CONQUER: Context-Aware Representation with Query Enhancement for Text-Based Person Search

Introduction

The paper "CONQUER: Context-Aware Representation with Query Enhancement for Text-Based Person Search" (2601.18625) addresses principal limitations in Text-Based Person Search (TBPS), a cross-modal retrieval task involving the localization of pedestrian images via free-form textual queries. The inherent noise in cross-modal embedding spaces and ambiguity in user descriptions remain key technical obstacles, particularly when queries are incomplete or non-specific. CONQUER proposes a two-stage framework integrating advanced representation learning (training) with dynamic query enhancement (inference), leveraging multi-level granular alignment and anchor-driven query refinement to robustly address these challenges.

Framework Overview

The CONQUER framework operates in two discrete stages: Context-Aware Representation Enhancement (CARE) during training and Interactive Query Enhancement (IQE) at inference.

Figure 1: CARE module architecture, integrating multi-granularity encoding, complementary pair mining, and context-guided Optimal Transport for fine-grained cross-modal alignment.
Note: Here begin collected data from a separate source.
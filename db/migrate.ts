import path from "node:path";
import { Umzug, SequelizeStorage } from "umzug";
import type { QueryInterface } from "sequelize";
import { getSequelize } from "../lib/db/sequelize";

export type Migration = (params: { context: QueryInterface }) => Promise<void>;

export function createMigrator() {
  const sequelize = getSequelize();
  return new Umzug({
    migrations: { glob: path.join(__dirname, "migrations/*.ts").replace(/\\/g, "/") },
    context: sequelize.getQueryInterface(),
    storage: new SequelizeStorage({ sequelize, tableName: "schema_migrations" }),
    logger: undefined,
  });
}

async function main() {
  const migrator = createMigrator();
  const direction = process.argv[2] ?? "up";
  const done = direction === "down" ? await migrator.down() : await migrator.up();
  process.stdout.write(`[halftrip] migrations ${direction}: ${done.length ? done.map((m) => m.name).join(", ") : "nothing to do"}\n`);
  await getSequelize().close();
}

if (require.main === module) {
  main().catch((err) => {
    console.error(err);
    process.exit(1);
  });
}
Context-Aware Representation Enhancement (CARE)

CARE module addresses cross-modal representation gaps through three components:

• Multi-Granularity Encoding: Extracts both global and local features using modality-specific encoders. Local tokens provide fine-grained semantic cues, and confidence-based sampling discriminates between clean, uncertain, and refinable pairs for differential mining.
• Complementary Pair Mining: In the refinable set, off-diagonal negative sampling increases the diversity and challenge of negative samples, hardening the discrimination boundary.
• Context-Guided Optimal Matching: Formulates alignment as a regularized Optimal Transport (OT) problem, using a neural cost matrix. KL-divergence regularization ensures that fine-grained local matches conform to global semantic similarity, further enhancing robustness under noisy cross-modal correspondence.
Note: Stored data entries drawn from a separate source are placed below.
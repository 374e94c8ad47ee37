import { getToken } from "next-auth/jwt";
import { NextResponse, type NextRequest } from "next/server";
import { authSecret } from "./lib/auth/auth-config";
import { pageCsp } from "./lib/http/security-headers.mjs";

// Cheap first gate (no database): signed-out page requests go to sign-in. Route handlers and pages still
// check the session and role themselves through requirePermission/requirePageUser.
const PUBLIC_PREFIXES = ["/sign-in", "/invite/", "/ack/", "/_next/", "/favicon", "/wordmark", "/manifest.webmanifest", "/icons/"];

// Each page answer gets a fresh nonce in its Content-Security-Policy; Next.js reads it from the request
// header and puts it on its own scripts (so every page renders dynamically: see app/layout.tsx).
function withPagePolicy(req: NextRequest): NextResponse {
  const nonce = Buffer.from(crypto.randomUUID()).toString("base64");
  const policy = pageCsp(nonce, process.env.NODE_ENV !== "production");
  const headers = new Headers(req.headers);
  headers.set("content-security-policy", policy);
  const res = NextResponse.next({ request: { headers } });
  res.headers.set("content-security-policy", policy);
  return res;
}

export async function proxy(req: NextRequest) {
  const { pathname, search } = req.nextUrl;
  if (PUBLIC_PREFIXES.some((p) => pathname.startsWith(p))) return withPagePolicy(req);
  const token = await getToken({ req, secret: authSecret() });
  if (token) return withPagePolicy(req);
  const url = req.nextUrl.clone();
  url.pathname = "/sign-in";
  url.search = pathname === "/" ? "" : `?callbackUrl=${encodeURIComponent(pathname + search)}`;
  return NextResponse.redirect(url);
}

// Route handlers check their own session or device key; keeping them out of the proxy saves a hop on the ingest path.
export const config = { matcher: ["/((?!api/|_next/static|_next/image|.*\\.svg$).*)"] };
This modular architecture enables enhanced cross-modal feature consistency and discriminability without requiring granular manual annotation.

Interactive Query Enhancement (IQE)

IQE module is invoked during inference, functioning entirely as a plug-and-play enhancement atop the trained backbone.

Figure 2: IQE module workflow, demonstrating anchor selection, attribute reasoning via MLLM Q&A, fusion, and ranking refinement for ambiguous queries.

• Anchor Identification: Retrieves top-$K$ high-confidence images as anchors using a multimodal reasoning engine (Qwen2.5-VL-7B). Early-stop and fallback triggers optimize cost and reliability for ambiguous queries.
• Attribute-Driven Enrichment: For each anchor, a tailored Q&A protocol extracts salient attributes using the MLLM. Confidence-weighted aggregation and voting yield a compact set of enhancements to the original query.
• Query Fusion and Re-ranking: Final fused query features are scored and used for gallery re-ranking. A safeguard mechanism prevents deterioration when attribute enrichment is ineffective.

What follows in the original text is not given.